– Wilkerson dijo lo mismo. Me confesó que usted lo quería muerto, que le había mentido, que lo había utilizado. Era un hombre débil, almirante. Pero me contó lo que le había dicho usted a mi hija. ¿Cuáles fueron las palabras? «Ni se lo imagina.» Eso es lo que dijo usted cuando ella le preguntó si había algo que encontrar en la Antártida. De modo que responda a mi pregunta: ¿por qué murió mi esposo?
Esa mujer pensaba que llevaba las de ganar, para llamarlo en mitad de la noche e informarle de que su jefe de sección había muerto.

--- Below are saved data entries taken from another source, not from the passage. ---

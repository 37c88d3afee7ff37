// The legend of the plate map: role shapes and keys, the pH colour scale, variant labels.
import { PhLegend } from '@/components/ui/ph-legend';
import type { StudyVariant } from '../api/get-study-context';
import { roleHints, roleKeys, wellRoleLabels, wellRoles } from '../utils/roles';
import { RoleGlyph } from './role-glyph';

export type MapLegendProps = {
  variants: StudyVariant[];
  tags: Record<string, string>;
  phRange: [number, number];
  /** The wells show variant numbers (v1, v2…) instead of labels (small 384-well cells). */
  numbered?: boolean;
};

export function MapLegend({ variants, tags, phRange, numbered }: MapLegendProps) {
  return (
    <section aria-label="Legend" className="flex flex-wrap items-start gap-x-8 gap-y-3 text-sm">
      <ul className="grid grid-cols-[auto_auto] gap-x-4 gap-y-0.5" aria-label="Roles">
        {wellRoles.map((role) => (
          <li key={role} className="flex items-center gap-1.5" title={roleHints[role]}>
            <RoleGlyph role={role} size={16} />
            <span>
              {wellRoleLabels[role]}{' '}
              <kbd className="rounded border border-line-strong px-1 text-xs">{roleKeys[role]}</kbd>
            </span>
          </li>
        ))}
        <li className="flex items-center gap-1.5">
          <svg width={16} height={16} aria-hidden="true">
            <circle cx={8} cy={8} r={6.5} fill="#fff" stroke="#b9c1bd" />
          </svg>
          No role
        </li>
      </ul>
      <div>
        <PhLegend
          min={phRange[0]}
          max={phRange[1]}
          width={200}
          step={phRange[1] - phRange[0] > 6 ? 2 : 1}
          title="Fill: pH"
        />
        <p className="text-ink-muted">Grey fill: no pH. Small number top right: replicate.</p>
      </div>
      {variants.length > 0 && numbered && (
        <p className="max-w-40 text-ink-muted">Sample wells show the variant's number.</p>
      )}
      {variants.length > 0 && (
        <ul aria-label="Variants" className="grid grid-cols-[auto_auto_auto] gap-x-2">
          {variants.map((v, i) => (
            <li key={v.id} className="contents">
              <span
                className="text-right text-ink-muted tabular-nums"
                title={`Type v${i + 1} and Enter to set this variant`}
              >
                v{i + 1}
              </span>
              <span className="font-semibold">{tags[v.id]}</span>
              <span>{v.name}</span>
            </li>
          ))}
        </ul>
      )}
    </section>
  );
}
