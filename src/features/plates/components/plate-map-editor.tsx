// The plate map editor: brush and tools, the grid, the inspector, live checks and the legend.
// The working copy lives here (with undo); Save sends it with the version it started from, and a
// 409 offers to reload. Read-only for viewers and while the study is in review or approved.
import { useCallback, useMemo, useState } from 'react';
import { checkPlateMap, type MapCheck } from '@shared/plate-map/checks';
import type { PlateMap } from '@shared/plate-map/schema';
import type { PlateDetail } from '@shared/schemas/plates-types';
import { useToast } from '@/components/ui/toast';
import type { PlateStudyContext } from '../api/get-study-context';
import { useEditorKeys } from '../hooks/use-editor-keys';
import { useGridPointer } from '../hooks/use-grid-pointer';
import { useMapClipboard } from '../hooks/use-map-clipboard';
import { useMapHistory } from '../hooks/use-map-history';
import { useMapSave } from '../hooks/use-map-save';
import { useSelection } from '../hooks/use-selection';
import { useUnsavedGuard } from '../hooks/use-unsaved-guard';
import { brushPatch, defaultBrush, type Brush } from '../utils/brush';
import { clearWells, patchWells, type WellPatch } from '../utils/edit-map';
import { fillSeries, type FillSeriesInput } from '../utils/fill-series';
import { boundsOf } from '../utils/grid';
import { replicatePattern, type PatternInput } from '../utils/replicate-pattern';
import { describeTyped, readTyped } from '../utils/typed-value';
import { variantTags } from '../utils/variant-tags';
import { BrushBar, type Tool } from './brush-bar';
import { EditorDialogs, type DialogName } from './editor-dialogs';
import { EditorToolbar } from './editor-toolbar';
import { MapChecks } from './map-checks';
import { MapLegend } from './map-legend';
import { PlateGrid } from './plate-grid';
import { ReadOnlyNotice } from './read-only-notice';
import { WellInspector } from './well-inspector';

export type PlateMapEditorProps = { plate: PlateDetail; context: PlateStudyContext; canWrite: boolean };

const emptySet: ReadonlySet<string> = new Set();

export function PlateMapEditor({ plate, context, canWrite }: PlateMapEditorProps) {
  const format = plate.format;
  const toast = useToast();
  const history = useMapHistory(plate.map, plate.version);
  const selection = useSelection(format);
  const [brush, setBrush] = useState<Brush>(defaultBrush);
  const [tool, setTool] = useState<Tool>('select');
  const [highlight, setHighlight] = useState<{ key: string; wells: Set<string> } | null>(null);
  const [dialog, setDialog] = useState<DialogName | null>(null);
  const [typedError, setTypedError] = useState<string | null>(null);

  const readOnly = !canWrite || context.status === 'in_review' || context.status === 'approved';
  const { map } = history;
  const names = selection.names;

  const tags = useMemo(() => variantTags(context.variants, format === 384), [context.variants, format]);
  const fullTags = useMemo(() => variantTags(context.variants), [context.variants]);
  const variantNames = useMemo(
    () => Object.fromEntries(context.variants.map((v) => [v.id, v.name])),
    [context.variants],
  );
  const checks = useMemo(
    () => checkPlateMap(map, { format, variantNames, needsStandardCurve: context.needsStandardCurve }),
    [map, format, variantNames, context.needsStandardCurve],
  );
  const phRange = useMemo<[number, number]>(() => {
    const pHs = context.phPoints.map((p) => p.pH);
    return pHs.length ? [Math.floor(Math.min(...pHs)), Math.ceil(Math.max(...pHs))] : [2, 10];
  }, [context.phPoints]);

  const edit = useCallback(
    (next: PlateMap) => {
      if (!readOnly) history.edit(next);
    },
    [readOnly, history],
  );
  const patch = (p: WellPatch, wells: string[] = names) => edit(patchWells(map, wells, p));
  const applyBrush = (wells: string[] = names) => patch(brushPatch(brush), wells);
  const clear = () => edit(clearWells(map, names));

  const saving = useMapSave(plate.id, format, history, readOnly);
  const guard = useUnsavedGuard(history.dirty && !saving.saving);
  const pointer = useGridPointer(format, selection, (wells) => {
    if (tool === 'paint' && !readOnly) applyBrush(wells);
  });
  const clipboard = useMapClipboard({
    format,
    map,
    names,
    cursor: selection.cursor,
    readOnly,
    edit,
    clear,
    select: selection.selectNames,
  });

  const keys = useEditorKeys({
    readOnly,
    move: (dr, dc, extend) => {
      setTypedError(null);
      selection.move(dr, dc, extend);
    },
    patch: (p) => patch(p),
    commitTyped: (text) => {
      const result = readTyped(text, context.variants, context.phPoints);
      if (!result.ok) return setTypedError(result.message);
      setTypedError(null);
      patch(result.patch);
    },
    applyBrush: () => applyBrush(),
    clear,
    undo: history.undo,
    redo: history.redo,
    selectAll: selection.selectAll,
    save: saving.save,
    escape: () => {
      setHighlight(null);
      selection.selectRect(selection.cursor, selection.cursor);
    },
  });

  const onFill = (input: FillSeriesInput) => {
    const result = fillSeries(map, format, input);
    edit(result.map);
    toast.show(
      `Filled ${result.wells} wells with ${result.pointsPlaced} pH point(s)` +
        (result.pointsLeftOut ? `; ${result.pointsLeftOut} did not fit on the plate.` : '.'),
      result.pointsLeftOut ? 'warning' : 'success',
    );
  };
  const onPattern = (input: PatternInput) => {
    const result = replicatePattern(map, format, input);
    edit(result.map);
    const short = result.linesNeeded > result.linesAvailable;
    toast.show(
      `Laid out ${result.wells} wells` +
        (short ? `; ${result.linesNeeded - result.linesAvailable} line(s) did not fit.` : '.'),
      short ? 'warning' : 'success',
    );
  };
  const pickCheck = (check: MapCheck, key: string) => {
    if (highlight?.key === key) return setHighlight(null);
    setHighlight({ key, wells: new Set(check.wells) });
    selection.selectNames(check.wells);
  };
  const bounds = boundsOf(names, format);

  return (
    <div className="space-y-3">
      {readOnly && <ReadOnlyNotice status={context.status} canWrite={canWrite} />}
      {!readOnly && (
        <>
          <BrushBar
            tool={tool}
            onToolChange={setTool}
            brush={brush}
            onBrushChange={setBrush}
            variants={context.variants}
            phPoints={context.phPoints}
            onApply={() => applyBrush()}
          />
          <EditorToolbar
            canUndo={history.canUndo}
            canRedo={history.canRedo}
            dirty={history.dirty}
            saving={saving.saving}
            version={history.version}
            replicatesRequired={map.replicatesRequired}
            onUndo={history.undo}
            onRedo={history.redo}
            onCopy={clipboard.copyButton}
            onPaste={() => void clipboard.pasteButton()}
            onClear={clear}
            onFill={() => setDialog('fill')}
            onPattern={() => setDialog('pattern')}
            onApplyTemplate={() => setDialog('apply-template')}
            onSaveTemplate={() => setDialog('save-template')}
            onReplicatesRequired={(n) => edit({ ...map, replicatesRequired: n })}
            onSave={saving.save}
          />
        </>
      )}
      <div className="grid grid-cols-[auto_minmax(16rem,1fr)] items-start gap-4">
        <div>
          <PlateGrid
            format={format}
            map={map}
            selected={selection.set}
            cursor={selection.cursor}
            highlighted={highlight?.wells ?? emptySet}
            tags={tags}
            variantNames={variantNames}
            label={`Plate map of ${plate.name}`}
            onPointerStart={(hit, extend) => {
              setHighlight(null);
              pointer.onPointerStart(hit, extend);
            }}
            onPointerDrag={pointer.onPointerDrag}
            onPointerEnd={pointer.onPointerEnd}
            onKeyDown={keys.onKeyDown}
            onCopy={clipboard.onCopy}
            onCut={readOnly ? undefined : clipboard.onCut}
            onPaste={readOnly ? undefined : clipboard.onPaste}
          />
          <p role="status" className={`h-5 text-sm ${typedError ? 'text-danger-600' : 'text-ink'}`}>
            {typedError ??
              (keys.typed !== null
                ? `Typing ${describeTyped(keys.typed)} — Enter sets it on ${names.length} well(s), Esc cancels.`
                : '')}
          </p>
        </div>
        <div className="space-y-3">
          <WellInspector
            map={map}
            names={names}
            variants={context.variants}
            phPoints={context.phPoints}
            readOnly={readOnly}
            onPatch={(p) => patch(p)}
            onClear={clear}
          />
          <MapChecks checks={checks} activeCode={highlight?.key ?? null} onPick={pickCheck} />
        </div>
      </div>
      <MapLegend
        variants={context.variants}
        tags={fullTags}
        phRange={phRange}
        numbered={tags !== fullTags && Object.keys(tags).some((k) => tags[k] !== fullTags[k])}
      />
      <EditorDialogs
        open={dialog}
        onClose={() => setDialog(null)}
        format={format}
        map={map}
        context={context}
        start={bounds?.top ?? selection.cursor}
        selectionRows={bounds ? bounds.bottom.row - bounds.top.row + 1 : 1}
        selectionColumns={bounds ? bounds.bottom.column - bounds.top.column + 1 : 1}
        onFill={onFill}
        onPattern={onPattern}
        onApplyTemplate={(m, name) => {
          edit({ ...m });
          toast.show(`Template “${name}” applied. Undo brings the previous map back.`);
        }}
        stale={saving.stale}
        onReload={(keep) => void saving.reload(keep)}
        onKeepEditing={saving.keepEditing}
        guard={guard}
      />
    </div>
  );
}
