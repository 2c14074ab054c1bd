"""Plotly figures built from library results. Pure functions: no Streamlit, no physics.

The system drawing places each node at the height of its level from
:func:`lumped.node_levels` (supports at 0), spreads the nodes of one level sideways,
and draws one edge per element. Parallel elements between the same two nodes are
bowed apart so that each one stays visible.
"""

from __future__ import annotations

import html
import math
from collections import defaultdict

import numpy as np
import plotly.graph_objects as go
from plotly.subplots import make_subplots

import lumped
from dashboard.tables import force_text, length_text, mass_text, unit_text
from lumped.units import display

__all__ = [
    "EDGE_STYLE",
    "LABEL_LIMIT",
    "PLOT_POINTS",
    "mode_shape",
    "node_positions",
    "response_plot",
    "system_graph",
    "time_series",
]

#: Line style per element kind: colour, dash pattern and width.
EDGE_STYLE = {
    "spring": {"color": "#1f5a8c", "dash": "solid", "width": 2.6},
    "damper": {"color": "#b4582a", "dash": "dash", "width": 2.6},
    "inerter": {"color": "#5e4b8b", "dash": "dot", "width": 3.2},
}
BODY_FILL, BODY_EDGE = "#d9e6f2", "#1c3550"
SUPPORT_FILL = "#3d4650"

#: Systems with more nodes or elements than this are drawn without text labels
#: (values stay available on hover), so that large chains stay readable.
LABEL_LIMIT = 40

_PARALLEL_SPREAD = 0.24  # sideways distance between parallel elements, in node spacings
_BOW_START, _BOW_END = 0.18, 0.82  # where along the edge a bowed element runs offset
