def check_step(
    matrices: Matrices,
    stepper: Stepper,
    dt: float,
    duration: float,
    up_to_hz: float | None = None,
) -> StepCheck:
    """Check ``stepper`` at step ``dt`` (s) over ``duration`` (s) on ``matrices``.

    ``up_to_hz`` limits the modes the accuracy rule of the recommended step looks at
    (default: all modes).
    """
    if not (math.isfinite(dt) and dt > 0):
        raise StepError(f"dt must be a positive time step, got {dt!r} s")
    if not (math.isfinite(duration) and duration > 0):
        raise StepError(f"duration must be positive, got {duration!r} s")
    if matrices.n == 0:
        raise StepError("the system has no bodies")
    notes = []
    bound_only = matrices.n > DENSE_LIMIT
    states = None
    if not bound_only:
        eig = damped_eigenvalues(matrices)
        states = ["linearised"] * len(eig)
        source = "exact eigenvalues"
        stiff = stiffest_state(matrices)
        if stiff is not None:
            extra = damped_eigenvalues(stiff)
            eig = np.concatenate([eig, extra])
            states += ["stiffest contact state"] * len(extra)
            notes.append(
                "linearised at static equilibrium (end stops open, asymmetric and tabulated "
                "dampers at their slope through zero); the limit also covers the stiffest "
                "contact state (every end stop engaged, every nonlinear damper at its largest "
                "slope), whose modes are listed after the others"
            )
    else:
        top = stiffest_mode(matrices)
        # Every mode has |λ| ≤ the bound, but its damping ratio is unknown: the bound at
        # the ratio where the stepper is least stable gives a limit safe for all modes.
        # The estimate's own ratio, halved and doubled, is kept for the report.
        worst, _ = least_stable_damping(stepper)
        ratio = top.damping_ratio
        zetas = np.unique(np.clip([worst, ratio, 0.5 * ratio, 2 * ratio], 0, 1))
        eig = top.bound * (-zetas + 1j * np.sqrt(1 - zetas**2))
        source = "bound on the stiffest mode"
        notes.append(
            f"{matrices.n} bodies: limits use a guaranteed upper bound on the stiffest mode "
            f"({top.bound / (2 * math.pi):.6g} Hz; estimate {top.estimate / (2 * math.pi):.6g} Hz) "
            f"at the damping ratio where {stepper.id} is least stable ({worst:.3g}), and at the "
            f"estimate's ratio {top.damping_ratio:.3g} halved and doubled, so they err on the safe side"
        )
    omega = np.abs(eig)
    rigid = omega == 0
    with np.errstate(invalid="ignore", divide="ignore"):
        zeta = np.where(rigid, 0.0, -eig.real / np.where(rigid, 1.0, omega))
    zeta = np.where(np.abs(zeta) < UNDAMPED_ZETA, 0.0, zeta)
    limits = max_stable_step(stepper, eig)
    steps = step_count(dt, duration)
    log_rho, roots = _log_radius_and_root(stepper, dt * omega, zeta)
    with np.errstate(over="ignore"):
        growth = np.exp(np.minimum(steps * log_rho, 700.0))
    growth = np.where(steps * log_rho > 700.0, np.inf, growth)
    unstable_now = _unstable(stepper, dt * omega, zeta) & ~rigid
    growth[rigid] = 1.0
    modes = []
    for k in range(len(eig)):
        num_zeta, period = _numerical_behaviour(roots[k], eig[k], dt) if not rigid[k] else (None, None)
        modes.append(
            ModeCheck(
                state=states[k] if states else "bound",
                natural_frequency_hz=float(omega[k] / (2 * math.pi)),
                damping_ratio=float(zeta[k]),
                max_stable_dt=float(limits[k]),
                spectral_radius=float(np.exp(log_rho[k])),
                growth_over_run=float(growth[k]),
                numerical_damping_ratio=num_zeta,
                period_error=period,
            )
        )
    finite = ~rigid
    if finite.any() and np.isfinite(limits[finite]).any():
        limiting = int(np.flatnonzero(finite)[np.argmin(limits[finite])])
        system_limit = float(limits[limiting])
    else:
        limiting, system_limit = None, math.inf
    stable = not bool(unstable_now.any())
    linear = np.array([st == "linearised" for st in states]) if states else np.zeros(len(eig), bool)
    recommended, rule = _recommend(stepper, system_limit, eig[finite & linear], up_to_hz, bound_only)
    if system_limit == 0.0 and bound_only:
        notes.append(
            f"no positive step can be guaranteed stable with {stepper.id}: only a bound on the "
            f"stiffest mode is known, not every mode's damping, and {stepper.id} amplifies "
            f"an undamped mode at any step"
        )
    elif system_limit == 0.0:
        notes.append(
            f"no positive step is stable with {stepper.id}: it amplifies the undamped "
            f"{omega[limiting] / (2 * math.pi):.6g} Hz mode at any step"
        )
    runs = not (matrices.nonlinear.count and not runs_nonlinear(stepper))
    if not runs:
        notes.append(
            f"{stepper.id} runs linear systems only, and this system has nonlinear "
            "elements: a run with it is refused (use newmark, trapezoid, backward-euler, central-difference, "
            "an explicit Runge–Kutta stepper or symplectic-euler)"
        )
    run_growth = float(np.max(growth)) if len(growth) else 1.0
    if bound_only:
        # Only the stiffest mode is known; a large system's slow, lightly damped modes
        # may barely decay over the run, so no factor below 1 is claimed.
        run_growth = max(run_growth, 1.0)
    return StepCheck(
        stepper=stepper.id,
        dt=float(dt),
        duration=float(duration),
        steps=steps,
        stable=stable,
        max_stable_dt=None if system_limit == 0.0 else system_limit,
        limiting_mode=limiting,
        growth_over_run=run_growth,
        recommended_dt=recommended,
        recommendation_rule=rule,
        source=source,
        modes=modes,
        notes=notes,
        runs=runs,
    )


def _log_radius_and_root(stepper: Stepper, omega_h: np.ndarray, zeta: np.ndarray):
    """log of the spectral radius per mode (accurate near 1) and the principal root."""
    roots = stepper.roots(omega_h, zeta)  # (modes, 2)
    if isinstance(stepper, RungeKuttaStepper):
        plus = -zeta + np.sqrt(zeta.astype(complex) ** 2 - 1)
        minus = -zeta - np.sqrt(zeta.astype(complex) ** 2 - 1)
        logs = []
        for mu in (plus, minus):
            excess, _ = stepper.tableau.modulus_excess(omega_h, mu)
            d2 = stepper.tableau.denominator_modulus2(omega_h * mu)
            logs.append(0.5 * np.log1p(excess / d2))
        log_rho = np.maximum(*logs)
    else:
        log_rho = np.log(np.max(np.abs(roots), axis=-1))
    principal = np.where(roots[:, 0].imag >= 0, roots[:, 0], roots[:, 1])
    return log_rho, principal


def _numerical_behaviour(root: complex, lam: complex, dt: float):
    """Numerical damping ratio and period error of one step's principal root."""
    if root == 0:
        return 1.0, None
    log_root = complex(np.log(root))  # = h·λ_numerical
    magnitude = abs(log_root)
    num_zeta = float(-log_root.real / magnitude) if magnitude > 0 else None
    if lam.imag > 0 and log_root.imag > 0:
        period = float(lam.imag * dt / log_root.imag - 1.0)
    else:
        period = None
    return num_zeta, period


def _recommend(stepper: Stepper, limit: float, eig: np.ndarray, up_to_hz: float | None, bound_only: bool):
    """Recommended step and the rule that gave it: the smaller of the safety fraction of
    the stability limit and the steps-per-period rule, halved until the numerical
    damping and period error on every mode considered are within tolerance."""
    candidates = []
    rule = []
    if math.isfinite(limit) and limit > 0:
        candidates.append(STABILITY_SAFETY * limit)
        rule.append(f"{STABILITY_SAFETY:g} × the stability limit")
    omega = np.abs(eig)
    keep = omega > 0
    if up_to_hz is not None:
        keep &= omega <= 2 * math.pi * up_to_hz
    considered = eig[keep]
    if len(considered) and not bound_only:
        highest = float(np.max(np.abs(considered)))
        candidates.append(2 * math.pi / highest / STEPS_PER_PERIOD)
        scope = f"modes up to {up_to_hz:g} Hz" if up_to_hz is not None else "all modes"
        rule.append(
            f"{STEPS_PER_PERIOD} steps per period of the highest mode considered "
            f"({highest / (2 * math.pi):.4g} Hz; {scope})"
        )
    if not candidates:
        return math.nan, "no finite rule applies"
    h = float(min(candidates))
    text = "the smaller of " + " and ".join(rule) if len(rule) > 1 else rule[0]
    if len(considered) and not bound_only:
        halvings = 0
        while not _accurate(stepper, considered, h) and halvings < MAX_ACCURACY_HALVINGS:
            h *= 0.5
            halvings += 1
        text += (
            f", halved until every mode considered has its damping ratio within "
            f"{DAMPING_TOLERANCE[0]:g}·ζ + {DAMPING_TOLERANCE[1]:g} and its period within "
            f"{PERIOD_TOLERANCE:.0%}"
        )
        if halvings:
            text += f" ({halvings} halving{'s' if halvings > 1 else ''})"
    return h, text


def _accurate(stepper: Stepper, eig: np.ndarray, h: float) -> bool:
    """True when the stepper's numerical damping and period error at step ``h`` are
    within tolerance on every given mode."""
    omega = np.abs(eig)
    zeta = -eig.real / omega
    _, roots = _log_radius_and_root(stepper, h * omega, zeta)
    for root, lam in zip(roots, eig, strict=True):
        num_zeta, period = _numerical_behaviour(root, lam, h)
        true_zeta = float(-lam.real / abs(lam))
        if num_zeta is None or abs(num_zeta - true_zeta) > DAMPING_TOLERANCE[0] * true_zeta + DAMPING_TOLERANCE[1]:
            return False
        if period is not None and abs(period) > PERIOD_TOLERANCE:
            return False
    return True


def runs_nonlinear(stepper: Stepper) -> bool:
    """True for the steppers the engine runs on systems with nonlinear elements: the
    explicit Runge–Kutta family, symplectic Euler, and the steppers written on the
    second-order form (Newmark, trapezoid, backward Euler, central difference:
    Newton's method in every step)."""
    return (
        (isinstance(stepper, RungeKuttaStepper) and stepper.explicit)
        or getattr(stepper, "scheme", "") == "symplectic-euler"
        or implicit_coefficients(stepper) is not None
    )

Era audaz, sí, pero se hallaba en desventaja, ya que él sabía mucho más que ella.
– Antes de que su marido fuese abordado por lo del viaje a la Antártida, tanto él como su padre fueron objeto de una exhaustiva investigación. Lo que despertó nuestro interés fue la obsesión que tenían los nazis con su investigación. Ah, sí, claro que encontraron cosas allí abajo en 1938, usted lo sabe. Por desgracia, los nazis eran demasiado inflexibles para comprender lo que habían hallado, e hicieron callar a su suegro. Cuando éste por fin pudo hablar, después de la guerra, nadie escuchaba. Y su marido no fue capaz de averiguar lo que sabía su padre. Así que todo ello cayó en el olvido…, hasta que aparecimos nosotros, claro está.
– Y ¿qué fue lo que averiguaron?
Él soltó una risita.
– ¿Dónde estaría la gracia si se lo contara?
– Como le he dicho, lo llamo para ofrecerle algo. Envió usted a un hombre para que matara a Cotton Malone y a mi hija Dorothea.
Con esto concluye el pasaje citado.